Yes, if you just use Crr there won't be any curvature. Can you tell me how you made the calculations/graphs using both rolling and air resistance, and tried changing the drag coefficient?

 I used The program shown in the attachment (written in True Basic). A slope of 0.1% (1.2 inches per 100 feet) in your track is equivalent to changing your Crr by 0.001 ( i.e., from 0.016 to 0.017. You might run the test in the opposite direction, or using a different section of track. Higher speeds will make the turbulent air drag larger, and use a larger section of track, but running test in both directions will decrease the dependence on slope. Attached Thumbnails
 OK, Thanks for the help everybody. Just to close this topic, here's what we did. (I hate when there are no ending answers when looking around internet forums, so here we go :D) Here is an example of data we gathered using GPS (something similar is already presented in the topic). We quit trying to solve the differential equation that we started out with, and solved it using average change in deacceleration during the time. $C_d = \frac{m \cdot \frac{\Delta v}{\Delta t} - m \cdot g \cdot {\mu}_{rr}}{\frac{1}{2} \cdot \rho \cdot A \cdot (\frac{\Delta v}{\Delta t})^2 \cdot \Delta t^2}$ This gave us some possible values, here's an example, using data from the image i posted above. $C_d = \frac{890kg \cdot \frac{ 4,85 m/s - 0 m/s}{ 38,5s - 6,5 s} - 890kg \cdot 9,82 m/s^2 \cdot 0,014}{\frac{1}{2} \cdot 1.293 kg/m^3 \cdot 2,08 m^2 \cdot (\frac{4,85 m/s - 0 m/s}{38,5s - 6,5s})^2 \cdot (38,5s - 6,5s)^2} = 0,3962$ To prove that this was right, I created a program in MATLAB which calculates the run with different drag coefficients, rolling resistances and slope of the road. (This is done by making a for loop calculating the deacceleration, calculating the new speed ... and so on until you hit 0m/s) .. Playing around with different values proved that the calculated values were possible with a slope of 0.1 % (0.1 meter rise over a distance of 100m, and we can't really neglect this being a possibility)... Also, airforce and windspeeds (with or against the car) were not measured either, so these could have influence.
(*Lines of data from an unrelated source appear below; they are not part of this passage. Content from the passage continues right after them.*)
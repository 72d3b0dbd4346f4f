"""Serving the dashboard to a network: the production server (waitress), requests that
change state only from the dashboard's own page, failed sign-ins slowed then locked
out per address, the request size limit enforced from the headers.  Everything runs on
127.0.0.1."""

from __future__ import annotations

import base64
import http.client
import json
import os
import signal
import socket
import subprocess
import sys
import time
import urllib.request
from pathlib import Path

import pytest

from helpers import minimal_sheets, workbook_bytes, write_workbook
from reagentplan.pipeline import run_plan
from reagentplan.scenario import load_scenario

from reagentplan.dashboard.app import MAX_REQUEST_BYTES, create_app
from reagentplan.dashboard.security import LoginThrottle
from reagentplan.dashboard.testing import serve_in_thread
from reagentplan.dashboard.views import controls as C

ROOT = Path(__file__).resolve().parents[1]
PASSWORD = "s3cret pass"


@pytest.fixture(scope="module")
def small_run():
    return run_plan(load_scenario(workbook_bytes(minimal_sheets())), futures=0, time_limit=20)


@pytest.fixture(scope="module")
def open_app(small_run, tmp_path_factory):
    return create_app(run=small_run, work_dir=tmp_path_factory.mktemp("open"),
                      origins=("https://plant.example",))


def outage_request(app) -> dict:
    """A real callback of the page: the outage dates line (changes nothing)."""
    return {"output": f"{C.OUTAGE_DATES}.children",
            "outputs": {"id": C.OUTAGE_DATES, "property": "children"},
            "inputs": [{"id": C.OUTAGE_RANGE, "property": "value", "value": [0, 3]},
                       {"id": C.OUTAGE_ON, "property": "value", "value": ["on"]}],
            "changedPropIds": [f"{C.OUTAGE_RANGE}.value"],
            "state": [{"id": "scenario-id", "property": "data",
                       "value": app.reagentplan.scenario_id}]}


def post(client, app, headers: dict, **kw):
    return client.post("/_dash-update-component", data=json.dumps(outage_request(app)),
                       headers={"Content-Type": "application/json", **headers}, **kw)


def basic(password: str, user: str = "coordinator") -> dict:
    return {"Authorization": "Basic " + base64.b64encode(f"{user}:{password}".encode()).decode()}


# --------------------------------------------------------------------------- origin


def test_a_post_from_the_dashboards_own_page_is_answered(open_app):
    client = open_app.server.test_client()
    r = post(client, open_app, {"Origin": "http://localhost"})
    assert r.status_code == 200
    assert "Rail closed" in r.get_data(as_text=True)
    r = post(client, open_app, {"Referer": "http://localhost/"})  # a browser sending no Origin
    assert r.status_code == 200
    r = post(client, open_app, {"Origin": "https://plant.example"})  # the proxy's public name
    assert r.status_code == 200


@pytest.mark.parametrize("headers", [
    {"Origin": "http://evil.example"},
    {"Origin": "http://localhost.evil.example"},
    {"Origin": "http://localhost:8051"},          # another port is another origin
    {"Origin": "null"},                            # a sandboxed frame or a data: page
    {"Referer": "http://evil.example/page"},
    {},                                            # neither
])
def test_a_cross_origin_post_is_refused(open_app, headers):
    client = open_app.server.test_client()
    r = post(client, open_app, headers)
    assert r.status_code == 403
    assert "did not come from the dashboard's own page" in r.get_data(as_text=True)


def test_a_cross_origin_post_with_the_password_is_refused(small_run, tmp_path):
    """Basic-auth credentials are sent by the browser automatically: they prove nothing
    about which page sent the request."""
    app = create_app(run=small_run, password=PASSWORD, work_dir=tmp_path / "app",
                     throttle=LoginThrottle())
    client = app.server.test_client()
    assert post(client, app, {**basic(PASSWORD), "Origin": "http://evil.example"}).status_code == 403
    assert post(client, app, {**basic(PASSWORD), "Origin": "http://localhost"}).status_code == 200


def test_behind_a_proxy_the_https_page_may_post_to_its_http_host(small_run, tmp_path):
    """A proxy passing ``Host: plans.example`` (no port) on to http: the page's Origin is
    https://plans.example, the same site; another site still is not."""
    app = create_app(run=small_run, password=PASSWORD, work_dir=tmp_path / "app",
                     throttle=LoginThrottle())
    client = app.server.test_client()
    headers = {**basic(PASSWORD), "Host": "plans.example"}
    assert post(client, app, {**headers, "Origin": "https://plans.example"}).status_code == 200
    assert post(client, app, {**headers, "Origin": "https://plans.example:8443"}).status_code == 403
    assert post(client, app, {**headers, "Origin": "https://evil.example"}).status_code == 403


def test_without_a_password_only_loopback_host_names_are_answered(open_app):
    """A hostile page that rebinds its own name to 127.0.0.1 sends Host: its name."""
    client = open_app.server.test_client()
    assert client.get("/", headers={"Host": "evil.example:8050"}).status_code == 403
    assert client.get("/", headers={"Host": "127.0.0.1:8050"}).status_code == 200
    assert client.get("/", headers={"Host": "[::1]:8050"}).status_code == 200


def test_the_real_server_refuses_a_cross_origin_post(open_app):
    url, stop = serve_in_thread(open_app)
    try:
        port = int(url.rsplit(":", 1)[1].strip("/"))
        body = json.dumps(outage_request(open_app))
        for origin, status in ((f"http://127.0.0.1:{port}", 200), ("http://evil.example", 403)):
            conn = http.client.HTTPConnection("127.0.0.1", port, timeout=30)
            conn.request("POST", "/_dash-update-component", body,
                         {"Content-Type": "application/json", "Origin": origin})
            r = conn.getresponse()
            assert r.status == status, (origin, r.status)
            assert r.getheader("Server") == "reagentplan"  # waitress, not the development server
            conn.close()
    finally:
        stop()


# --------------------------------------------------------------------------- sign-in


class Clock:
    def __init__(self) -> None:
        self.now = 1000.0

    def __call__(self) -> float:
        return self.now


def test_throttle_slows_then_locks_out_and_forgets_after_success():
    clock = Clock()
    t = LoginThrottle(free=3, lock_after=6, window=900, lockout=600, max_delay=30, clock=clock)
    assert [t.failed("a") for _ in range(3)] == [0, 0, 0]      # typing errors cost nothing
    assert t.failed("a") == 1 and t.retry_after("a") == 1      # then 1, 2 s...
    clock.now += 1
    assert t.failed("a") == 2
    clock.now += 2
    assert t.failed("a") == 600 and t.locked("a")              # sixth failure: locked out
    clock.now += 599
    assert t.locked("a") and t.retry_after("a") == pytest.approx(1)
    assert t.retry_after("b") == 0                             # per address
    clock.now += 2
    assert not t.locked("a") and t.retry_after("a") == 0
    t.succeeded("a")
    assert t.failed("a") == 0                                  # counted afresh


def test_throttle_tracks_a_bounded_number_of_addresses():
    t = LoginThrottle(max_clients=100, clock=Clock())
    for k in range(1000):
        t.failed(f"10.0.{k // 256}.{k % 256}")
    assert len(t._clients) == 100


def test_failed_passwords_are_slowed_then_locked_out_per_address(small_run, tmp_path):
    clock = Clock()
    throttle = LoginThrottle(free=2, lock_after=5, window=900, lockout=300, clock=clock)
    app = create_app(run=small_run, password=PASSWORD, work_dir=tmp_path / "app", throttle=throttle)
    client = app.server.test_client()
    me, other = {"REMOTE_ADDR": "10.1.1.7"}, {"REMOTE_ADDR": "10.1.1.8"}

    def get(password, env=me):
        return client.get("/", headers=basic(password) if password is not None else {},
                          environ_base=env)

    assert get(None).status_code == 401                       # no credentials: not a failure
    assert [get("guess").status_code for _ in range(2)] == [401, 401]
    assert get("guess").status_code == 401                    # third failure: 1 s wait
    r = get(PASSWORD)                                          # even the right one waits
    assert r.status_code == 429 and r.headers["Retry-After"] == "1"
    assert get(PASSWORD, other).status_code == 200            # another address is not slowed
    clock.now += 1.01
    assert get("guess").status_code == 401                    # fourth: 2 s
    clock.now += 2.01
    r = get("guess")                                           # fifth: locked out
    assert r.status_code == 429 and "locked out" in r.get_data(as_text=True)
    clock.now += 100
    assert get(PASSWORD).status_code == 429                   # right password, still locked
    assert get(None).status_code == 429
    clock.now += 201
    assert get(PASSWORD).status_code == 200                   # after the lockout
    assert get("guess").status_code == 401                    # and counted afresh


# --------------------------------------------------------------------------- request size


def test_an_oversized_request_is_refused_from_its_headers(open_app):
    client = open_app.server.test_client()
    r = client.post("/_dash-update-component", data=b"{}",
                    headers={"Content-Type": "application/json", "Origin": "http://localhost"},
                    environ_overrides={"CONTENT_LENGTH": str(MAX_REQUEST_BYTES + 1)})
    assert r.status_code == 413


def test_the_real_server_refuses_an_oversized_body_before_reading_it(open_app):
    """Only the headers are sent: the answer comes at once, no body is waited for."""
    url, stop = serve_in_thread(open_app)
    try:
        port = int(url.rsplit(":", 1)[1].strip("/"))
        with socket.create_connection(("127.0.0.1", port), timeout=10) as s:
            s.sendall(b"POST /_dash-update-component HTTP/1.1\r\nHost: 127.0.0.1\r\n"
                      b"Origin: http://127.0.0.1\r\nContent-Type: application/json\r\n"
                      b"Content-Length: %d\r\n\r\n" % (MAX_REQUEST_BYTES + 1))
            t0 = time.perf_counter()
            head = s.recv(200)
            assert head.startswith(b"HTTP/1.1 413"), head
            assert time.perf_counter() - t0 < 5
    finally:
        stop()


# --------------------------------------------------------------------------- the command


def _free_port() -> int:
    with socket.socket() as s:
        s.bind(("127.0.0.1", 0))
        return s.getsockname()[1]


@pytest.mark.slow
def test_the_dashboard_command_serves_with_waitress_and_stops_on_sigterm(tmp_path):
    path = write_workbook(minimal_sheets(), tmp_path / "station.xlsx")
    port = _free_port()
    env = {k: v for k, v in os.environ.items() if k != "REAGENTPLAN_DASHBOARD_PASSWORD"}
    env["TMPDIR"] = str(tmp_path)
    env["REAGENTPLAN_CACHE"] = str(tmp_path / "plan-cache")
    proc = subprocess.Popen([sys.executable, "-m", "reagentplan", "dashboard", str(path), "--port",
                             str(port), "--futures", "0", "--time-limit", "20"], cwd=ROOT, env=env,
                            stdout=subprocess.PIPE, stderr=subprocess.PIPE, text=True)
    try:
        deadline = time.monotonic() + 120
        while True:
            try:
                r = urllib.request.urlopen(f"http://127.0.0.1:{port}/", timeout=5)
                break
            except OSError:
                assert proc.poll() is None, proc.communicate()
                assert time.monotonic() < deadline, "the dashboard did not start"
                time.sleep(0.3)
        assert r.status == 200 and r.headers["Server"] == "reagentplan"
        assert r.headers["X-Frame-Options"] == "DENY"
        assert any(p.name.startswith("reagentplan-dashboard-") for p in tmp_path.iterdir())
        while b"plan-id" not in urllib.request.urlopen(f"http://127.0.0.1:{port}/_dash-layout",
                                                       timeout=30).read():  # the first plan
            assert proc.poll() is None, proc.communicate()
            assert time.monotonic() < deadline, "the first plan was not made"
            time.sleep(0.3)
    finally:
        proc.send_signal(signal.SIGTERM)
        out, err = proc.communicate(timeout=60)
    assert proc.returncode == 0, err
    assert "Traceback" not in err
    assert f"Dashboard on http://127.0.0.1:{port}/" in out
    assert "The first plan is ready" in out
    assert len(list((tmp_path / "plan-cache").glob("*.plan"))) == 1  # kept for the next start
    assert not any(p.name.startswith("reagentplan-dashboard-") for p in tmp_path.iterdir())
 Although it gives out the same answer, I think the correct formulation for your equation would be: $C_d = \frac{m \cdot \frac{\Delta v}{\Delta t} - m \cdot g \cdot {\mu}_{rr}}{\rho \cdot A \cdot v \cdot \Delta v}$ Where $v$ is the average speed. That being said, I'm not sure you have enough data to determine $C_d$. You need more data at a higher speed. To prove that, if we used your equation with the points {6.5; 4.85} and {35; 0.15} instead of {6.5; 4.85} and {38.5; 0}, we get $C_d = 0.822$, which is really different from 0.3962. With points {6.5; 4.85} and {25; 1.5}, it is even worst with $C_d = 2.57$.

 Quote by jack action To prove that, if we used your equation with the points {6.5; 4.85} and {35; 0.15} instead of {6.5; 4.85} and {38.5; 0}, we get $C_d = 0.822$, which is really different from 0.3962. With points {6.5; 4.85} and {25; 1.5}, it is even worst with $C_d = 2.57$.
Yes, I agree, there are big changes with just a little change in the data used. To determine it more accurately we need measurements at much higher speeds (70-100 km/h)... However, we are modelling and simulating an electric car, which means that our calculations will only need to satisfy speeds at 20-40 km/h.